Dataset records

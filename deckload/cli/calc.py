"""``deckload calc``: compute one condition and print it, as text or as one JSON object."""

from __future__ import annotations

import sys
import textwrap
from pathlib import Path

from deckload.report import verdict_format as vf
from deckload.core.result import Result
from deckload.core.trimmed_tables import tables_basis

CAUTION = vf.CAUTION


def format_summary(r: Result, tables: str | None = None, doubts: tuple[str, ...] = ()) -> str:
    """A plain-text summary of a result, for the terminal; ``tables`` is the sentence saying which
    hydrostatic and KN tables were used (:func:`deckload.core.trimmed_tables.tables_basis`);
    ``doubts`` the profile's plausibility-audit warnings, printed before the verdict they may undo."""
    # below the last printed decimal the words of the report: upright, even keel (not "0.00° stbd")
    if r.list_deg is None:
        list_text = f"{vf.NO_EQUILIBRIUM:>23}"
    else:
        side = "upright" if abs(r.list_deg) < 0.05 else "stbd" if r.list_deg > 0 else "port"
        list_text = f"{abs(r.list_deg):9.1f}° {side}"
    trim_word = "even keel" if abs(r.trim_m) < 0.0005 else "by the stern" if r.trim_m > 0 else "by the head"
    lines = [
        f"{r.vessel_name} — {r.condition_name}  (water {r.water_density_t_m3:.3f} t/m³)",
        "",
        f"  Displacement   {r.displacement_t:10.1f} t      Deadweight   {r.deadweight_t:10.1f} t",
        f"  LCG from AP    {r.lcg_m:10.3f} m      TCG          {r.tcg_m:+10.3f} m",
        f"  KG solid       {r.kg_m:10.3f} m      ΣFSM         {r.fsm_total_tm:10.1f} t·m",
        f"  FSC (ΣFSM/Δ)   {r.fsc_m:10.3f} m      KG fluid     {r.kg_fluid_m:10.3f} m",
        f"  KMt            {r.km_m:10.3f} m      GM solid     {r.gm_solid_m:10.3f} m",
        f"  GM fluid       {r.gm_fluid_m:10.3f} m      List         {list_text}",
        f"  Draft aft      {r.draft_aft_m:10.3f} m      Draft fwd    {r.draft_fwd_m:10.3f} m",
        f"  Draft midships {r.draft_mean_m:10.3f} m      Trim         {abs(r.trim_m):10.3f} m {trim_word}",
        f"  Max GZ         {r.max_gz_m:10.3f} m at {r.max_gz_angle_deg:4.1f}°"
        + ("   GZ never positive" if vf.never_positive(r) else f"   vanishing {vf.vanishing_words(r)}")
        + (f"   θf {r.downflooding_angle_deg:.1f}°" if r.downflooding_angle_deg is not None else ""),
        f"  Freeboard mid  {vf.fmt_optional(r.freeboard_m, '.3f', ' m'):>12}      "
        f"Margin to the mark {vf.fmt_optional(r.load_line_margin_m, '+.3f', ' m'):>9} (+ below it)",
        *([f"  Load line      {r.load_line_mark} mark {r.load_line_mark_draft_m:.3f} m; in water of "
           f"{r.water_density_t_m3:.3f} t/m³ DWA {vf.fmt_optional(r.dock_water_allowance_m, '+.3f', ' m')}, "
           f"allowed midships draft {vf.fmt_optional(r.load_line_allowed_draft_m, '.3f', ' m')}"]
          if r.load_line_mark is not None else []),
        f"  Deck edge in   {vf.fmt_optional(r.deck_edge_angle_deg, '.1f', '°'):>11}       "
        f"θf {vf.flood_words(r):>18}",
        f"  Free surface: rule {r.fs_rule}, GZ correction {r.gz_correction}",
    ] + ([f"  Tables: {tables}"] if tables else []) + ([f"  GZ curve ends at {r.gz_end_deg:g}°, the last angle of the KN tables: nothing beyond is known"]
         if r.gz_end_deg < 90.0 else []) + [
        "",
        "  Criteria" + (f" (checked heeling to {r.criteria_side})" if r.tcg_m else ""),
    ]
    for g in vf.grouped(r):
        lines.append(f"   {vf.set_title(g.set.title)} [{g.set.id}]: {g.word}")
        for c in g.criteria:
            if c.assessed:
                d = vf.digits_of(c)
                lines.append(
                    f"    [{vf.result_word(c)}] {c.description:<45} {vf.value_text(c, 9)} {c.comparison} "
                    f"{c.limit:7.{d}f} {c.unit:<5} margin {vf.margin_text(c)}   {c.source}"
                )
            else:
                lines.append(f"    [{vf.NOT_ASSESSABLE}] {c.description:<45} limit {c.comparison} "
                             f"{c.limit:.{vf.digits_of(c)}f} {c.unit}   {c.source}")
            if c.note:
                lines.append(f"           {c.note}")
    w = r.weather
    if w is not None:
        lines.append(
            f"    weather: wind {w.wind_pressure_pa:.0f} Pa on {w.windage_area_m2:.1f} m², lever {w.windage_lever_m:.2f} m; "
            f"lw1 {w.lw1_m:.4f} m, lw2 {w.lw2_m:.4f} m; θ0 {w.theta0_deg:.1f}° (limit {w.theta0_limit_deg:.1f}°), "
            f"θ1 {w.theta1_deg:.1f}°, θ2 {w.theta2_deg:.1f}°; a {w.area_a_mrad:.4f}, b {w.area_b_mrad:.4f} m·rad")
    lines += [""] + vf.not_assessed_lines(r, 100, "  ")
    lines += ["", "  Tanks"]
    for t in r.tanks:
        flag = {"worst_band": "▲", "slack": "≈", "full": "■", "empty": "·"}[t.state]
        lines.append(
            f"    {flag} {t.id:<7} {t.fill_pct:6.1f} % {t.volume_m3:8.2f} m³ {t.mass_t:8.2f} t"
            f"  FSM {t.fsm_tm:7.1f} t·m  {t.state:<10} {t.fs_rule}"
        )
    lines.append("    ▲ worst band  ≈ slack  ■ nominally full  · empty")
    if r.warnings:
        lines += ["", "  Warnings"]
        lines += [f"    ! {w.message}" for w in r.warnings]
    if doubts:
        lines += [""] + vf.doubts_block(doubts)
    lines += [""] + vf.verdict_lines(r, 100, "  ") + ["", CAUTION]
    return "\n".join(lines)


def format_comparison(cmp) -> str:
    """The direct calculation beside the tables' result: one row per quantity, with the difference,
    its tolerance (UR L5 / Circ.1229) and a mark on every row beyond it; then how many are beyond."""
    from deckload.report import direct_format as df

    lines = [
        "",
        "  Second method: direct calculation from the hull geometry (free in trim and heel, for the actual G)",
        f"    {'':<24}{'tables':>11}{'direct':>11}{'difference':>12}       {'tolerance':>10}",
    ]
    for row in cmp.rows:
        a, b, diff, allowed, mark = df.cells(row)
        lines.append(f"    {row.quantity:<24}{a:>11}{b:>11}{diff:>12} {row.unit:<6}{allowed:>10}  {mark}")
        if row.note:
            lines += textwrap.wrap(row.note, 100, initial_indent="        ", subsequent_indent="        ")
    lines += textwrap.wrap(df.legend(cmp), 100, initial_indent="    ", subsequent_indent="      ")
    lines.append("")
    lines += textwrap.wrap(("!! " if cmp.beyond else "") + cmp.summary(), 100,
                           initial_indent="    ", subsequent_indent="       " if cmp.beyond else "    ")
    lines.append("    The criteria above are judged on the tables; the direct figures are for comparison.")
    return "\n".join(lines)


def load_and_evaluate(profile_path: Path, condition_path: Path, notes: list[str] | None = None):
    """Load a profile and a condition and evaluate them, for the commands that print results.

    Returns ``(vessel, condition, result, doubts)`` — ``doubts`` the plausibility audit's warnings
    on the profile, one line each (:func:`deckload.report.audit_findings.doubt_lines`), which every
    printout carries — or the exit status after printing what is wrong to stderr: 1 for bad input
    (naming the file and key), 2 for an unreadable file.  With ``notes`` (a list), the note of a
    profile without worked booklet conditions is added to it (:func:`audit_findings.booklet_note`).
    """
    from deckload.core.loading import LoadingError
    from deckload.core.stability import evaluate
    from deckload.core.tables import OutOfRangeError
    from deckload.io.profiles import ProfileError, load_condition

    from deckload.report.audit_findings import booklet_note, doubt_lines, load_audited, refuse_or_notice

    try:
        profile = load_audited(profile_path)  # from the profile cache when its files are unchanged
        vessel = profile.vessel
        # A profile whose numbers contradict each other (positions outside the vessel, a KN or an
        # inertia beyond her hull) is never used, by any command (issue 12: the screen already refused it).
        refuse_or_notice(profile_path, profile.found)
        condition = load_condition(condition_path, vessel)
        result = evaluate(vessel, condition)
        note = booklet_note(profile)
        if notes is not None and note:
            notes.append(note)
        return vessel, condition, result, doubt_lines(profile.found)
    except ProfileError as e:
        print(str(e), file=sys.stderr)
        return 1
    except (LoadingError, OutOfRangeError) as e:
        print(f"{condition_path}: {e}", file=sys.stderr)
        return 1
    except OSError as e:
        print(f"deckload: cannot read {e.filename}: {e.strerror}", file=sys.stderr)
        return 2


def print_doubts(doubts, profile_path: Path) -> None:
    """The profile's audit warnings on stderr, for the commands whose output has no place for them."""
    if doubts:
        print(f"deckload: {Path(profile_path).name}:", *vf.doubts_block(doubts), sep="\n", file=sys.stderr)


def direct_comparison(profile_path: Path, vessel, result: Result):
    """The table result beside the direct calculation from the hull, or exit status 1 with the
    reason printed (no hull geometry, or a condition outside what the hull can float)."""
    from deckload.core.equilibrium import DirectError, compare
    from deckload.core.tables import OutOfRangeError

    try:
        return compare(vessel, result)
    except (DirectError, OutOfRangeError) as e:
        print(f"{profile_path}: direct calculation: {e}", file=sys.stderr)
        return 1


def load_evaluate_compare(profile_path: Path, condition_path: Path, direct: bool, notes: list[str] | None = None):
    """:func:`load_and_evaluate` (``notes`` as there), then (with ``direct``) :func:`direct_comparison`: returns
    ``(vessel, condition, result, doubts, comparison or None)``, or the exit status of the first refusal."""
    loaded = load_and_evaluate(profile_path, condition_path, notes)
    if isinstance(loaded, int):
        return loaded
    vessel, condition, result, doubts = loaded
    cmp = direct_comparison(profile_path, vessel, result) if direct else None
    if isinstance(cmp, int):
        return cmp
    return vessel, condition, result, doubts, cmp


def run_calc(profile_path: Path, condition_path: Path, *, as_json: bool = False, direct: bool = False) -> int:
    """Load, evaluate and print; exit 0 when computed (pass or fail), non-zero on bad input.

    With ``direct`` the direct calculation from the hull geometry is printed beside the
    tables' result (the profile must name its ``hull_geometry``); when any of its rows is beyond
    its UR L5 / Circ.1229 tolerance everything is printed as usual and the exit status is 1 (as
    ``check``'s for a booklet row out of tolerance), with the reason on stderr."""
    notes: list[str] = []
    loaded = load_evaluate_compare(profile_path, condition_path, direct, notes)
    if isinstance(loaded, int):
        return loaded
    vessel, _, result, doubts, cmp = loaded
    basis = tables_basis(vessel, result.trim_m)
    if as_json:
        import json

        doc = result.to_json_dict()
        doc["tables_basis"] = basis.as_dict()
        # the profile's audit warnings travel with the numbers they may have made wrong
        doc["profile_audit_warnings"] = list(doubts)
        if cmp is not None:
            from deckload.report import direct_format as df

            doc["direct"] = {"method": "hull geometry, free trim and heel, actual G",
                             "tolerances": cmp.source,
                             "rows": [df.as_json(row) for row in cmp.rows],
                             "beyond_tolerance": len(cmp.beyond), "summary": cmp.summary(),
                             "gz_m": list(cmp.gz_direct_m)}
        # A JSON copy travels without the screen or the printout around it: it carries the caution.
        doc["caution"] = CAUTION
        print(json.dumps(doc, indent=1, ensure_ascii=False, allow_nan=False))
        for note in notes:  # the JSON's keys stay as documented: the note goes to the terminal
            print(f"deckload: {note}", file=sys.stderr)
    else:
        text = format_summary(result, basis.words, doubts)
        extra = []
        keel = vessel.particulars.keel_thickness_m
        if keel > 0.0:
            # The draft marks read extreme drafts where the booklet gives a keel thickness.
            extra.append(f"  Extreme drafts (moulded + keel {keel:.3f} m): aft {result.draft_aft_m + keel:.3f} m, "
                         f"midships {result.draft_mean_m + keel:.3f} m, fwd {result.draft_fwd_m + keel:.3f} m")
        if cmp is not None:
            extra.append(format_comparison(cmp))
        extra += [textwrap.fill(n, 100, initial_indent="  ", subsequent_indent="    ") for n in notes]
        if extra:
            # before the closing caution, which stays the last word of every printout
            head, sep, tail = text.rpartition("\n\n" + CAUTION)
            text = head + "\n" + "\n".join(extra) + sep + tail
        print(text)
    if cmp is not None and cmp.beyond:
        # exit 1, as `check` for a booklet row out of tolerance: the profile's data contradict each other
        from deckload.report.direct_format import beyond_message

        print(beyond_message(profile_path, cmp), file=sys.stderr)
        return 1
    return 0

What you are asked to do
Output exactly one stretch of the listing: from the line containing "# The draft" through the line containing "extra.append(format_comparison(cmp))", both end lines included.

Answer space
            # The draft marks read extreme drafts where the booklet gives a keel thickness.
            extra.append(f"  Extreme drafts (moulded + keel {keel:.3f} m): aft {result.draft_aft_m + keel:.3f} m, "
                         f"midships {result.draft_mean_m + keel:.3f} m, fwd {result.draft_fwd_m + keel:.3f} m")
        if cmp is not None:
            extra.append(format_comparison(cmp))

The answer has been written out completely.